Broer Hendrik kwam in de vroege avond langs en hij was nogal overstuur: hij was vanochtend in Delft naar de begrafenis geweest van een goede kennis. Ook diens vrouw ligt dodelijk ziek aan de pest. Ik vind het allemaal maar angstaanjagend. Je zou toch denken dat de heren doktoren en apothekers een remedie zouden kunnen verzinnen tegen deze afschuwelijke ziekte. Ze zijn zo knap tegenwoordig!

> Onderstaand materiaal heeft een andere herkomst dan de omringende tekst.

func TestBerggrenCoefficient(t *testing.T) {
	cases := []struct {
		alpha, mu, lambda, tol float64
		src                    string
	}{
		{0, 0.5, 0.930, 0.0005, "Neumann solution, equal properties [derived]"},
		{1, 0.2, 0.776, 0.0005, "Neumann solution, equal properties [derived]"},
		// alpha = 0 is the one-phase Stefan problem with St = mu:
		// xi exp(xi^2) erf(xi) = St/sqrt(pi); xi = 0.22002, 0.46479,
		// 0.62006, 0.80060 for St 0.1, 0.5, 1, 2 [derived: roots of that
		// equation]; lambda =
		// xi sqrt(2/St).
		{0, 0.1, 0.22002 * math.Sqrt(20), 2e-5, "one-phase Stefan St 0.1"},
		{0, 1, 0.62006 * math.Sqrt(2), 2e-5, "one-phase Stefan St 1"},
		{0, 2, 0.80060, 2e-5, "one-phase Stefan St 2"},
		// mu -> 0: lambda -> 1 (xi^2 -> mu/2) [derived]. Expanding erf and
		// erfc for small xi gives sqrt(pi) xi^2 + alpha mu xi = mu sqrt(pi)/2,
		// so lambda = 1 - alpha sqrt(mu / (2 pi)) + O(mu) [derived]: with
		// alpha > 0 the approach is as sqrt(mu).
		{0, 1e-8, 1, 1e-7, "limit mu -> 0"},
		{3, 1e-8, 1 - 3*math.Sqrt(1e-8/(2*math.Pi)), 1e-7, "limit mu -> 0, alpha 3"},
		{0.5, 1e-6, 1 - 0.5*math.Sqrt(1e-6/(2*math.Pi)), 2e-6, "limit mu -> 0, alpha 0.5"},
	}
	for _, c := range cases {
		l, xi, err := BerggrenCoefficient(c.alpha, c.mu)
		if err != nil {
			t.Fatal(err)
		}
		if math.Abs(l-c.lambda) > c.tol {
			t.Errorf("alpha %g mu %g: lambda %.6f, want %.6f (%s)", c.alpha, c.mu, l, c.lambda, c.src)
		}
		// The root satisfies the transcendental equation.
		f := c.mu*math.Exp(-xi*xi)*(1/math.Erf(xi)-c.alpha/math.Erfc(xi)) - math.SqrtPi*xi
		if math.Abs(f) > 1e-9*(1+c.mu/xi) {
			t.Errorf("alpha %g mu %g: residual %g", c.alpha, c.mu, f)
		}
		t.Logf("alpha %g mu %g: lambda %.6f (%s, want %.6f)", c.alpha, c.mu, l, c.src, c.lambda)
	}
}

func TestBerggrenCoefficientProperties(t *testing.T) {
	// Properties [derived]: 0 < lambda <= 1; lambda falls as alpha or mu
	// grows (more sensible heat to remove per unit of latent heat).
	alphas := []float64{0, 0.25, 0.5, 1, 2, 4, 8, 15}
	mus := []float64{0.01, 0.05, 0.1, 0.2, 0.5, 1, 2, 5, 20, 100}
	for _, a := range alphas {
		prev := 1.0 + 1e-12
		for _, m := range mus {
			l, _, err := BerggrenCoefficient(a, m)
			if err != nil {
				t.Fatal(err)
			}
			if !(l > 0 && l < prev) {
				t.Errorf("alpha %g mu %g: lambda %g not in (0, %g)", a, m, l, prev)
			}
			prev = l
		}
	}
	for _, m := range mus {
		prev := 1.0 + 1e-12
		for _, a := range alphas {
			l, _, _ := BerggrenCoefficient(a, m)
			if !(l < prev) {
				t.Errorf("mu %g alpha %g: lambda %g not below %g", m, a, l, prev)
			}
			prev = l
		}
	}
	for _, c := range [][2]float64{{-1, 0.5}, {0, 0}, {0, -1}, {math.NaN(), 1}, {1, math.Inf(1)}} {
		if _, _, err := BerggrenCoefficient(c[0], c[1]); err == nil {
			t.Errorf("BerggrenCoefficient%v: want an error", c)
		}
	}
}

Hendrik had afleiding nodig en die heeft hij geloof ik hier in Den Haag ook gekregen. Zijn plan was om vanavond weer terug te gaan naar Delft, maar hij miste net de laatste schuit. Dus blijft hij een nachtje bij ons logeren. Oom trakteerde mijn broers vanavond op een dozijn lekkere verse eieren en Turkse bonen. Ze hebben het heel gezellig gehad, vertelde Hendrik net bij thuiskomst: ondanks de droevige tijden waren ze heel vrolijk met elkaar en hebben ze uiteenlopende gesprekken gevoerd.
Ik vind het jammer dat ik de eieren met bonen gemist heb. Misschien moet ik tante eens om het recept vragen.
Het weer van 13 september 1624:
“Veranderlijck doch meest schoon weder.”